The banana peel is something we throw away every day, but little do we know, it has much more efficient uses. For example, in Thailand, 200 tons of banana peels are thrown away daily and this number increases each year (Pangnakorn, 2006) and in the fruit industry, banana peels make up around 30-40g per 100g of the total revenue. All those peels may be put into much more use.

According to The Packaging Bulletin Magazine’s January issue, it is a proven fact that starch and cellulose are important raw materials used in the bioplastic industry (Packaging Bulletin, 2009). Since they are rich with starch and this starch is very easy to extract, potatoes are the most commonly used raw materials. In RSC’s “Making plastic from potato starch” experiment, a simple way of making plastic from potato starch is introduced and the chemical basis of the process is explored in depth. The propane-1,2,3-triol used in the experiment functions as a plasticizer, an additive used to develop or improve the plasticity of a material. It disconnects the polymer chains from one another; restraining them from becoming rows of chains and acquiring a crystalline structure. The formation of the crystalline structure is undesired because it is a brittle and fragile structure which makes the plastic brittle and fragile as well. Instead of the crystalline structure, the formation of film (not becoming rows of chains of polymers) is desired.
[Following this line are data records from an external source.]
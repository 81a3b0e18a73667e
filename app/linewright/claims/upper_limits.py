"""How strong a species that is not seen may still be: the offset below which its lines hide.

A line hides below the equivalent width that the noise allows (measure/limits.py) or inside
the feature that stands in its place. The offset at which it would come out follows from the
strength relation the spectrum has taught, moved up by what a single line may be off it: 95 in a
hundred are off by less. Of the species' best lines the strictest counts.
"""

from __future__ import annotations

from dataclasses import replace

import numpy as np

from ..measure.gauss import GAUSSIAN_AREA
from .mixture import Solution
from .populations import HYDROGEN, SIGNS, STELLAR, UNGRADED
from .problem import inside

TRIED = 5  # strongest lines of a species that may set its limit
OWNED = 0.5  # least share of its blend
RISES = np.arange(-5.0, 5.01, 0.05)  # dex
FAINTEST = 0.05  # quantile of the features' depths: the limit where no noise was measured
DEEPEST = 0.95  # of a limit: beyond it a line says nothing
REACH = 5.0  # Angstrom on either side in which features may cover a line
NINETY_FIVE = 1.645  # sigma, one-sided, of a normal distribution
WIDEST = 0.5  # dex: the slope far from the lines seen is not known
LN2 = np.log(2.0)
MA = 1e3


def with_limits(rows, solution: Solution | None, catalogue, ew_limit=None):
    """Roll-call rows; those of species with no line seen get limit_dex, limit_wave, limit_ew.

    catalogue: of the solution's entries; ew_limit: function of observed vacuum wavelengths
    (Angstrom, array) giving the least equivalent width (milliangstrom) of a line that would
    be seen; without one the faintest features stand for it. Nothing is said of emission and
    of lines whose depths are not predicted.
    """
    if solution is None or not len(solution.problem.features):
        return rows
    limits = _Limits(solution, catalogue, ew_limit)
    return tuple(limits.row(row) if row.seen == 0 else row for row in rows)


class _Limits:
    def __init__(self, solution: Solution, catalogue, ew_limit):
        self.s, self.catalogue, self.ew_limit = solution, catalogue, ew_limit
        e, f = solution.problem.entries, solution.problem.features
        graded = [k for k in (STELLAR, HYDROGEN) if k not in UNGRADED and SIGNS[k] > 0]
        self.usable = np.isin(e.population, graded) & inside(e.wave, solution.problem.coverage)
        self.usable &= solution.groups.share >= OWNED
        self.name = catalogue.species[e.row]
        width = f.fwhm / f.wave
        self.width = float(np.nanpercentile(width, 25)) if np.any(np.isfinite(width)) else np.nan
        absorbing = (f.sign > 0) & np.isfinite(f.strength)
        depth = 1.0 / (1.0 + 10.0 ** -f.strength[absorbing])
        self.faintest = float(np.quantile(depth, FAINTEST)) if len(depth) else np.nan
        order = np.argsort(f.wave[absorbing], kind="stable")
        self.wave, self.depth = f.wave[absorbing][order], depth[order]
        own = self.width * self.wave
        self.fwhm = np.fmax(np.nan_to_num(f.fwhm[absorbing][order]), own)

    def row(self, row):
        if row.species not in self.catalogue.species_names or not np.isfinite(self.width):
            return row
        mine = self.usable & (self.name == self.catalogue.species_names.index(row.species))
        lines = np.nonzero(mine)[0]
        if not len(lines):
            return row
        e = self.s.problem.entries
        best = lines[np.argsort(-e.strength[lines], kind="stable")[:TRIED]]
        depth = self._hidden(e.wave[best])
        dex = np.array([self._offset(e.strength[i], d, int(e.population[i])) + self._spread(i)
                        for i, d in zip(best, depth)])
        if not np.any(np.isfinite(dex)):
            return row
        k = int(np.nanargmin(dex))
        ew = float(MA * GAUSSIAN_AREA * depth[k] * self.width * e.wave[best[k]])
        wave = float(self.catalogue.wave[e.row[best[k]]])
        return replace(row, limit_dex=float(dex[k]), limit_wave=wave, limit_ew=ew)

    def _hidden(self, wave):
        """Depths up to which lines at these places would not be told apart."""
        fwhm = self.width * wave
        if self.ew_limit is None:
            depth = np.full(len(wave), self.faintest)
        else:
            depth = self.ew_limit(wave) / (MA * GAUSSIAN_AREA * fwhm)
        return np.maximum(depth, [self._covering(x) for x in wave])

    def _covering(self, wave: float) -> float:
        """Depth that the features around have at a place."""
        low, high = np.searchsorted(self.wave, [wave - REACH, wave + REACH])
        near = slice(int(low), int(high))
        away = (self.wave[near] - wave) / self.fwhm[near]
        return float(np.max(self.depth[near] * np.exp(-4 * LN2 * away**2), initial=0.0))

    def _spread(self, entry: int) -> float:
        """dex by which 95 lines in a hundred are at most stronger than predicted: the scatter of
        measured about predicted strengths, or the line's own error of log gf if that is larger."""
        e = self.s.problem.entries
        relation = self.s.state.relation[int(e.population[entry])]
        learned = relation.scatter / float(relation.slope(e.strength[entry]))
        own = float(np.nan_to_num(self.catalogue.loggf_err[e.row[entry]]))
        return NINETY_FIVE * min(max(learned, own), WIDEST)

    def _offset(self, strength: float, depth: float, population: int) -> float:
        """dex that lines must be off the prediction for one of this strength to reach ``depth``.

        Beyond what the relation has learned a weak line's depth goes as its strength; the
        laxer of the two counts.
        """
        if not 0 < depth < DEEPEST:
            return float("nan")
        relation = self.s.state.relation[population]
        wanted = np.log10(depth / (1.0 - depth))
        over = np.nonzero(relation(strength + RISES) >= wanted)[0]
        learned = RISES[over[0]] if len(over) else np.nan
        predicted = 1.0 / (1.0 + 10.0 ** -float(relation(strength)))
        return float(max(learned, np.log10(depth / predicted)))


def carried(rows, before):
    """Rows with the limits of the same species' earlier rows, where they have none."""
    old = {row.species: row for row in before}
    return tuple(
        replace(row, limit_dex=o.limit_dex, limit_wave=o.limit_wave, limit_ew=o.limit_ew)
        if (o := old.get(row.species)) is not None and row.seen == 0
        else row
        for row in rows
    )
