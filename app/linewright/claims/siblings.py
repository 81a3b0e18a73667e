"""Lines of a species whose being seen would teach most: expected ones that are missing, and
strong ones that stand outside the coverage."""

from __future__ import annotations

from dataclasses import replace

import numpy as np

from .offsets import GRID
from .populations import HYDROGEN, NEBULAR, SIGNS, STELLAR, UNGRADED
from .problem import inside

EXPECTED, SEEN = 0.3, 0.2  # P(shows) of a line that should be seen; P(seen) of one that is not
OWNED = 0.5  # least share of its blend
HIDES = 0.9  # of its FWHM: so far a feature has a tenth of its depth, and hides a line


def with_siblings(rows, solution, catalogue):
    """Roll-call rows with their strongest missing line and strongest line outside coverage.

    The species' offset is taken as normal about its value; a line seen weighs it by P(shows)
    and, where it counted as missing before, takes back 1 - P(shows).
    """
    return tuple(map(_Lines(solution, catalogue).row, rows))


def _under_features(entries, features):
    """True where a line stands inside a feature of its sign, which may hide it; (n,)."""
    out = np.zeros(len(entries), dtype=bool)
    width = np.fmax(HIDES * np.nan_to_num(features.fwhm), 0.03)
    for sign in (1, -1):
        mine = features.sign == sign
        low = np.searchsorted(entries.wave, features.wave[mine] - width[mine])
        high = np.searchsorted(entries.wave, features.wave[mine] + width[mine])
        steps = np.bincount(low, minlength=len(out) + 1) - np.bincount(high, minlength=len(out) + 1)
        out |= (np.cumsum(steps)[:-1] > 0) & (entries.sign == sign)
    return out


class _Lines:
    """Chance to show of every entry, for its species' offset and for displaced ones."""

    def __init__(self, solution, catalogue):
        self.s, self.catalogue = solution, catalogue
        e = solution.problem.entries
        self.covered = inside(e.wave, solution.problem.coverage)
        self.seen = np.bincount(solution.entry, solution.probability, len(e))
        self.shows = np.zeros(len(e))
        for k, curve in enumerate(solution.state.detection):
            here = e.population == k
            self.shows[here] = curve(solution.groups.total[here])
        self.name = catalogue.species[e.row]
        self.bare = ~_under_features(e, solution.problem.features)
        self.usable = np.isin(e.population, (STELLAR, HYDROGEN, NEBULAR))

    def row(self, row):
        if row.species not in self.catalogue.species_names:
            return row
        mine = (self.name == self.catalogue.species_names.index(row.species)) & self.usable
        mine &= (self.s.groups.share >= OWNED) & (self.shows >= EXPECTED)
        missing = np.nonzero(mine & self.covered & self.bare & (self.seen < SEEN))[0]
        gap = np.nonzero(mine & ~self.covered)[0]
        found = {}
        for word, lines, counted in (("missing", missing, True), ("gap", gap, False)):
            if len(lines):
                found |= self._named(word, lines[np.argmax(self.shows[lines])], row, counted)
        return replace(row, **found) if found else row

    def _named(self, word: str, entry: int, row, counted: bool) -> dict:
        wave = float(self.catalogue.wave[self.s.problem.entries.row[entry]])
        shift = self._shift(entry, row, counted)
        return {f"{word}_wave": wave, f"{word}_depth": self._depth(entry), f"{word}_shift": shift}

    def _depth(self, entry: int) -> float:
        k = int(self.s.problem.entries.population[entry])
        if k in UNGRADED or SIGNS[k] < 0:
            return float("nan")
        relation = self.s.state.relation[k]
        return float(1.0 / (1.0 + 10.0 ** -relation(self.s.groups.total[entry])))

    def _shift(self, entry: int, row, counted: bool) -> float:
        """Rise of the offset's mean, dex, were the line seen."""
        if not (np.isfinite(row.offset_dex) and row.offset_err > 0):
            return float("nan")
        curve = self.s.state.detection[int(self.s.problem.entries.population[entry])]
        chance = curve(self.s.groups.total[entry] + GRID - row.offset_dex)
        before = np.exp(-0.5 * ((GRID - row.offset_dex) / row.offset_err) ** 2)
        after = before * chance / (1.0 - chance if counted else 1.0)
        return float(after @ GRID / after.sum() - before @ GRID / before.sum())
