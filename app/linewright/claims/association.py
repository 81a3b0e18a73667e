"""Which line made which feature: marginals of the matching of lines and features.

Each feature has one source (a line, or something unlisted) and each line makes at most
one feature. The marginal probabilities of that matching are found by loopy belief
propagation, which for this graph converges always to one fixed point: Williams & Lau
2014, IEEE Trans. Aerosp. Electron. Syst. 50, 2942 (from memory).
"""

from __future__ import annotations

from dataclasses import dataclass

import numpy as np

NEGLIGIBLE = 1e-5  # odds below which a pair cannot sway any other


@dataclass(frozen=True, eq=False)
class Marginals:
    """pair: P(line made feature) per pair; unlisted: P(no line) per feature;
    ledger of ``missing``: P(line made no feature) per line."""

    pair: np.ndarray
    unlisted: np.ndarray
    missing: np.ndarray


def associate(feature, line, odds, sizes, rounds: int = 40, tolerance: float = 1e-4) -> Marginals:
    """Marginals from pair odds.

    feature, line: int arrays (p,), the pairs; odds: (p,) likelihood that the line made the
    feature over likelihood that line and feature are unrelated; sizes: (features, lines).
    """
    n_feature, n_line = sizes
    if len(odds) == 0:
        return Marginals(np.zeros(0), np.ones(n_feature), np.ones(n_line))
    everything = (feature, line, odds)
    weighty = odds > NEGLIGIBLE
    feature, line, odds = feature[weighty], line[weighty], odds[weighty]
    open_line = np.ones_like(odds)
    for _ in range(rounds):
        offer = odds * open_line
        total = np.bincount(feature, offer, n_feature)[feature]
        claim = odds / (1.0 + np.maximum(total - offer, 0.0))
        wanted = np.bincount(line, claim, n_line)[line]
        updated = 1.0 / (1.0 + np.maximum(wanted - claim, 0.0))
        change = float(np.max(np.abs(updated - open_line)))
        open_line = updated
        if change < tolerance:
            break
    feature, line, odds = everything
    offer = odds.copy()
    offer[weighty] *= open_line
    norm = 1.0 + np.bincount(feature, offer, n_feature)
    pair = offer / norm[feature]
    missing = np.clip(1.0 - np.bincount(line, pair, n_line), 0.0, 1.0)
    return Marginals(pair, 1.0 / norm, missing)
Starch consists of two different types of polymer chains, called amylose and amylopectin, made up of adjoined glucose molecules. The hydrochloric acid is used in the hydrolysis of amylopectin, which is needed in order to aid the process of film formation due to the H-bonding amongst the chains of glucose in starch, since amylopectin restricts the film formation. The sodium hydroxide used in the experiment is simply used in order to neutralize the pH of the medium.

The 9th and 10th pilot experiment I had conducted had been successful in producing plastic, but had started to decay after only 3 days. As a result of the research done to address this issue, I found out that in order to improve shelf life of post-harvest wild mango fruits, sodium metabisulphite can be used (Ibadan, 1991). This is why the sodium metabisulphite solution was used in this experiment.

Simalarly sized bananas with no injury or bruises on the skin were purchased from the bazaar in order to ensure the experimental process was fair. These bananas were at the color index of 4 (green-yellow) according to the CSIRO banana ripening guide (CSIRO, 1972).

A large variety of pilot experiments were done in order to establish the effects of placing the banana peels in 0.5% Na2S2O5 solution, using different concentrations of HCl and NaOH, using different amounts of banana paste, on the quality of the plastic produced. Based on the results of the 12 pilot experiments, the following 2 experiments were selected and were repeated four times:

  1. Dipping the banana peels in 0.5% Na2S2O5 solution prior to the boiling and pureeing processes and using 0.1 M HCl and NaOH solutions in the production of the plastic.
  2. Dipping the banana peels in 0.5% Na2S2O5 solution prior to the boiling and pureeing processes and using 0.5 M HCl and NaOH solutions in the production of the plastic.

These treatments were selected based on the quality of the plastic produced by means of thickness, strength and shelf life.

Preperation of banana skins:

  1. The peels of the bananas were removed using a stainless steel knife.
  2. An 800ml beaker was filled with distilled water and placed over a Bunsen Burner.
  3. The banana peels were placed in the beaker and were boiled for 30 minutes.
  4. After the boiling process, the beaker was removed from the Bunsen burner and the peels were decantated off the water and placed on and covered with a dry gauze pad, left to dry for 30 minutes.
  5. After the peels were dried, they were placed in a clean 800ml beaker.
  6. Using a hand blender, the peels were pureed until a fluid paste was formed.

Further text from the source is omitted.